D-Street India’s Biggest Stock Market Exchange

D-Street India’s Biggest Stock Market Exchange

The benchmark indices of NSE Nifty 50, as well as the BSE Sensex, took a hike primarily just after the covid hit in the year 2020.


D-Street India’s Biggest Stock Market Exchange 

Covid 19 has compelled the Indian stock market to take a new form. Surely from 2020, we have seen that economic uncertainty and frailty have engulfed the entire world. Amidst such a bizarre situation, somehow the stock market has sighed relief to the citizens. Last year in March 2020 we saw a sudden downfall in the indices, Nifty and Sensex, however, they overcame and rose the pyramid with escalating numbers. 

This year 2021 turns out promising for the Indian stock market. Indeed the stock market has been performing excellently this year. The benchmark indices of NSE Nifty 50, as well as the BSE Sensex, took a hike primarily just after the covid hit in the year 2020. As per data revealed, Sensex has made 82 percent growth in the last 15 months. According to the statistical predictions, it is said that Sensex may cross the number of 54,000 by the end of this year 2021. 


Factors Affecting The Pace of Stock Markets 

  • The sentiment of the investors plays a key role in affecting the stock market.
     
  • The financial performance of the enlisted companies plays a great role in the development. 
     
  • Political, economic decisions, announcements made by companies, disasters whether natural or man-made equally impact the stock markets.
     
  • Sluggish growth of the economy may not directly affect the growth of the Indian stock market. 
     
  • Well on the whole the stock markets are highly controlled by the buying and selling of goods. There will be moments when the transactions will be at their best while there are moments when the market will face a setback. So overall these factors more or less control the stock market. 


What Are The Driving Factors of The on D-Street? 

If you consider the best stock market in the entire world, then obviously that is the Indian stock market. “Since 2020, its high rising performance has made the investors shut their mouth. Both the Nifty and Sensex are on the move to keep on experimenting on fresh peaks each month considering the sentiments of the bullish investors. 

The local stock markets achieved success because of the adequate liquidity and low rate of interest. To date, Sensex has been the best-known performer with a count of 53,000. However Nifty turn was out a bit disappointing as it hit below 20 points.

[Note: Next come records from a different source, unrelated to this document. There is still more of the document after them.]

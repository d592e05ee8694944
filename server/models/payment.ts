import { DataTypes, type Model, type Optional, type Sequelize } from 'sequelize';

export const PAYMENT_PURPOSES = ['credits', 'run', 'seats'] as const;
export type PaymentPurpose = (typeof PAYMENT_PURPOSES)[number];
/** open → paid | failed | expired; paid → refunded (card refund of a failed paid run). */
export type PaymentStatus = 'open' | 'paid' | 'failed' | 'expired' | 'refunded';

/** One checkout at the payment provider (a checkout session), as we track it. */
export interface PaymentRow {
  id: number;
  organisationId: number;
  purpose: PaymentPurpose;
  runId: number | null;
  quantity: number;
  /** Total, integer cents. */
  amount: number;
  currency: string;
  status: PaymentStatus;
  providerSessionId: string;
  providerPaymentIntent: string | null;
  cardLast4: string | null;
  failureMessage: string | null;
  payerEmail: string | null;
  createdBy: number | null;
  paidAt: Date | null;
  receiptSentAt: Date | null;
  createdAt: Date;
  updatedAt: Date;
}
export type PaymentModel = Model<PaymentRow, Optional<PaymentRow, 'id' | 'runId' | 'quantity' | 'providerPaymentIntent' | 'cardLast4' | 'failureMessage' | 'payerEmail' | 'createdBy' | 'paidAt' | 'receiptSentAt' | 'createdAt' | 'updatedAt'>> & PaymentRow;

export function definePayment(db: Sequelize) {
  return db.define<PaymentModel>(
    'Payment',
    {
      id: { type: DataTypes.INTEGER, autoIncrement: true, primaryKey: true },
      organisationId: { type: DataTypes.INTEGER, allowNull: false },
      purpose: { type: DataTypes.STRING(16), allowNull: false },
      runId: { type: DataTypes.INTEGER.UNSIGNED, allowNull: true },
      quantity: { type: DataTypes.INTEGER, allowNull: false, defaultValue: 1 },
      amount: { type: DataTypes.INTEGER, allowNull: false },
      currency: { type: DataTypes.STRING(3), allowNull: false },
      status: { type: DataTypes.STRING(16), allowNull: false },
      providerSessionId: { type: DataTypes.STRING(191), allowNull: false },
      providerPaymentIntent: { type: DataTypes.STRING(191), allowNull: true },
      cardLast4: { type: DataTypes.STRING(4), allowNull: true },
      failureMessage: { type: DataTypes.STRING(300), allowNull: true },
      payerEmail: { type: DataTypes.STRING(254), allowNull: true },
      createdBy: { type: DataTypes.INTEGER, allowNull: true },
      paidAt: { type: DataTypes.DATE, allowNull: true },
      receiptSentAt: { type: DataTypes.DATE, allowNull: true },
      createdAt: DataTypes.DATE,
      updatedAt: DataTypes.DATE,
    },
    { tableName: 'payments', underscored: true },
  );
}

As per the stock market experts, both nifty and Sensex will make the best because the list of the top companies added a sense of optimism in the air with their striking records. The hike in the IPO is also urging companies towards making new records as well.

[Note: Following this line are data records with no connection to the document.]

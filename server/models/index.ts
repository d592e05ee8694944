import type { Sequelize } from 'sequelize';
import { defineSession } from './session';
import { defineNetwork } from './network';
import { defineNetworkVersion } from './network-version';

/** All Sequelize models, defined once per database handle. Tables come from migrations only. */
export function defineModels(db: Sequelize) {
  const Session = defineSession(db);
  const Network = defineNetwork(db);
  const NetworkVersion = defineNetworkVersion(db);
  return { Session, Network, NetworkVersion };
}
export type Models = ReturnType<typeof defineModels>;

Investors from distant land are taking quite an interest in the Indian stock market. They are ready to invest as the growth potential is too high here. As per reports, the total inflow of income from overseas investors hit 7 dollars billion. This is the highest amount recorded among all the countries in Asia. 

The latest monetary remodeling of the RBI is certainly the main reason behind the inflated Indian stock market. The Indian stock markets will keep their gained pace if the central bank keeps the interest rate low. 

One more thing that directly impacted the Indian stock market is the investors. According to the report from the SBI, there has been a surge of new investors hitting 14 million in the year 2020- 2021. A revolution can be witnessed among the investors as they are counting more on buying stocks rather than investing in traditional bank deposits. Well, more participation from retail investors is expected to keep the momentum going. 


How Long The Indian Stock Market Will Be Able To Able To Maintain Its Momentum? 

Well, certainly the Indian stock market will be able to retain its momentum unless and until there is a major change in the monetary policy of the RBI. However, it’s on the RBI if they decide to keep the interest rate low then the Indian stock market will be able to sail smoothly. But if they increase the interest rate then the momentum might get disturbed 

As you all know that the sudden flare of the pandemic has completely shredded the economy. Therefore amid such a qualm, the main goal of the central bank is to stand by the economy and help in its recovery.